We anticipate the following results from our proposed experiments:

• Fluorescence Spectroscopy: We expect to observe a measurable change in fluorescence intensity or anisotropy upon titration of the labeled protein with its unlabeled partner, allowing us to determine the binding affinity (Kd) between specific talin and vinculin domains. FRET experiments are expected to reveal changes in the distance between labeled sites upon complex formation, indicating conformational rearrangements within the proteins or at the interface.

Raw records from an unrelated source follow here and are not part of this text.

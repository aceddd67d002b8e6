import { type RawNetcdf, type RawVariable, textOf } from './raw-netcdf'

export type Role = 'latitude' | 'longitude' | 'time' | 'vertical' | 'projected'

const latitudeUnits = /^degrees?_?n(orth)?$/i
const longitudeUnits = /^degrees?_?e(ast)?$/i
const plainDegrees = /^deg(ree)?s?$/i
const projectedNames = /^(grid_(latitude|longitude)|projection_[xy]_(angular_)?coordinate)$/

/** What a coordinate variable stands for: units first, then standard_name, axis and well-known names (CF 4). */
export function roleOf(variable: RawVariable): Role | null {
  const { attributes } = variable
  const units = textOf(attributes, 'units')
  const standardName = textOf(attributes, 'standard_name')?.toLowerCase() ?? null
  const axis = textOf(attributes, 'axis')?.toUpperCase() ?? null
  const name = variable.name.slice(variable.name.lastIndexOf('/') + 1).toLowerCase()

  if (standardName !== null && projectedNames.test(standardName)) return 'projected'
  if (units !== null && latitudeUnits.test(units)) return 'latitude'
  if (units !== null && longitudeUnits.test(units)) return 'longitude'
  if (units !== null && /\bsince\b/i.test(units)) return standardName === null || standardName === 'time' ? 'time' : null
  const degreesOrNone = units === null || plainDegrees.test(units)
  if (degreesOrNone && (standardName === 'latitude' || /^(lat|lats|latitude)$/.test(name))) return 'latitude'
  if (degreesOrNone && (standardName === 'longitude' || /^(lon|lons|long|longitude)$/.test(name))) return 'longitude'
  if (standardName === 'time' || axis === 'T' || name === 'time') return 'time'
  if (axis === 'Z' || textOf(attributes, 'positive') !== null || /^(depth|height|level|lev|altitude)$/.test(name)) {
    return 'vertical'
  }
  if (axis === 'X' || axis === 'Y' || /^(m|km|metres?|meters?)$/i.test(units ?? '')) return 'projected'
  return null
}

/** The 1-D coordinate variable of a dimension: the one of the same name, else any other that lies on it alone. */
export function coordinateOf(file: RawNetcdf, dimension: string): RawVariable | null {
  const candidates = file.variables.filter(
    ({ dimensions, type }) => type !== null && dimensions.length === 1 && dimensions[0]!.name === dimension,
  )
  const named = candidates.find(({ name }) => name === dimension)
  if (named && roleOf(named)) return named
  const withRole = candidates.filter((candidate) => roleOf(candidate) !== null)
  return withRole.find((candidate) => roleOf(candidate) !== 'projected') ?? withRole[0] ?? named ?? null
}

/** Finds a variable that an attribute of another one names: in its own group first, then towards the root. */
export function lookUp(file: RawNetcdf, from: RawVariable, name: string): RawVariable | null {
  let group = from.name.slice(0, Math.max(0, from.name.lastIndexOf('/')))
  for (;;) {
    const path = group === '' ? name.replace(/^\/+/, '') : `${group}/${name}`
    const found = file.variables.find((variable) => variable.name === path)
    if (found) return found
    if (group === '') return null
    group = group.slice(0, Math.max(0, group.lastIndexOf('/')))
  }
}
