"""Share of layers in which each cell of a small stack is valid, the water mask at 5 %, and coverage of two regions by it.
Whether a cell is valid in a layer is a rule anybody can write again: (31 l + 17 c + l c) mod 101 < c mod 23.
Cell areas on the WGS84 ellipsoid by the authalic latitude. Run: python3 water_mask.py > ../values/water-mask.json"""
import json

import numpy as np

ROWS, COLUMNS, LAYERS = 9, 12, 140
SHARE = 0.05
layer, cell = np.mgrid[0:LAYERS, 0:ROWS * COLUMNS]
valid = (31 * layer + 17 * cell + layer * cell) % 101 < cell % 23
share = valid.mean(axis=0)
water = valid.sum(axis=0) / LAYERS >= SHARE

lat_edges = np.linspace(50.0, 50.9, ROWS + 1)
lon_edges = np.linspace(-13.2, -12.0, COLUMNS + 1)
A, F = 6378137.0, 1 / 298.257223563
E = np.sqrt(F * (2 - F))


def q(phi):
    s = np.sin(phi)
    return (1 - E * E) * (s / (1 - (E * s) ** 2) + np.arctanh(E * s) / E)


strip = A * A / 2 * np.diff(q(np.radians(lat_edges))) * np.radians(np.diff(lon_edges)[0]) / 1e6
area = np.repeat(strip, COLUMNS)

# Shares of cells inside: a box of whole cells, and one whose edges run through the middle of cells.
boxes = {'whole': (50.2, 50.6, -12.9, -12.4), 'halves': (50.15, 50.65, -12.85, -12.25)}
wanted = [0, 7, 139]


def overlap(edges, low, high):
    return np.clip(np.minimum(edges[1:], high) - np.maximum(edges[:-1], low), 0, None) / np.diff(edges)


regions = {}
for name, (south, north, west, east) in boxes.items():
    part = np.outer(overlap(lat_edges, south, north), overlap(lon_edges, west, east)).ravel()
    weight = part * area * water
    regions[name] = {
        'box': [south, north, west, east],
        'waterKm2': float(weight.sum()),
        'coverage': [float((weight * valid[i]).sum() / weight.sum()) for i in wanted],
    }

print(json.dumps({
    'made': f'numpy {np.__version__}, tests/reference/make/water_mask.py',
    'rows': ROWS, 'columns': COLUMNS, 'layers': LAYERS, 'minShare': SHARE,
    'share': share.tolist(), 'water': water.astype(int).tolist(), 'exactly': int((valid.sum(axis=0) * 20 == LAYERS).sum()),
    'days': wanted, 'regions': regions,
}))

• Light Scattering: SLS experiments should provide the molecular weight of the individual proteins and the complex, allowing us to determine the stoichiometry of the interaction (e.g., whether talin and vinculin form a 1:1 or other ratio complex). DLS measurements are expected to show an increase in the hydrodynamic radius upon complex formation, reflecting the formation of a larger molecular assembly. The combined SLS and DLS data will provide insights into the overall shape of the complex.
• NMR Spectroscopy: CSP mapping is expected to identify specific amino acid residues on both talin and vinculin that are directly involved in the interaction, pinpointing the binding interface. Intermolecular NOE experiments should provide direct evidence of physical proximity between these residues. If successful, high-resolution NMR structures of the individual domains and potentially the complex will reveal the detailed atomic interactions and the three-dimensional architecture of the binding interface.

Collectively, these expected results will provide a comprehensive understanding of the molecular interactions between talin and vinculin, including their binding affinity, stoichiometry, conformational changes upon binding, and the structural details of their complex. This information will significantly advance our knowledge of the fundamental mechanisms governing cell-matrix adhesion.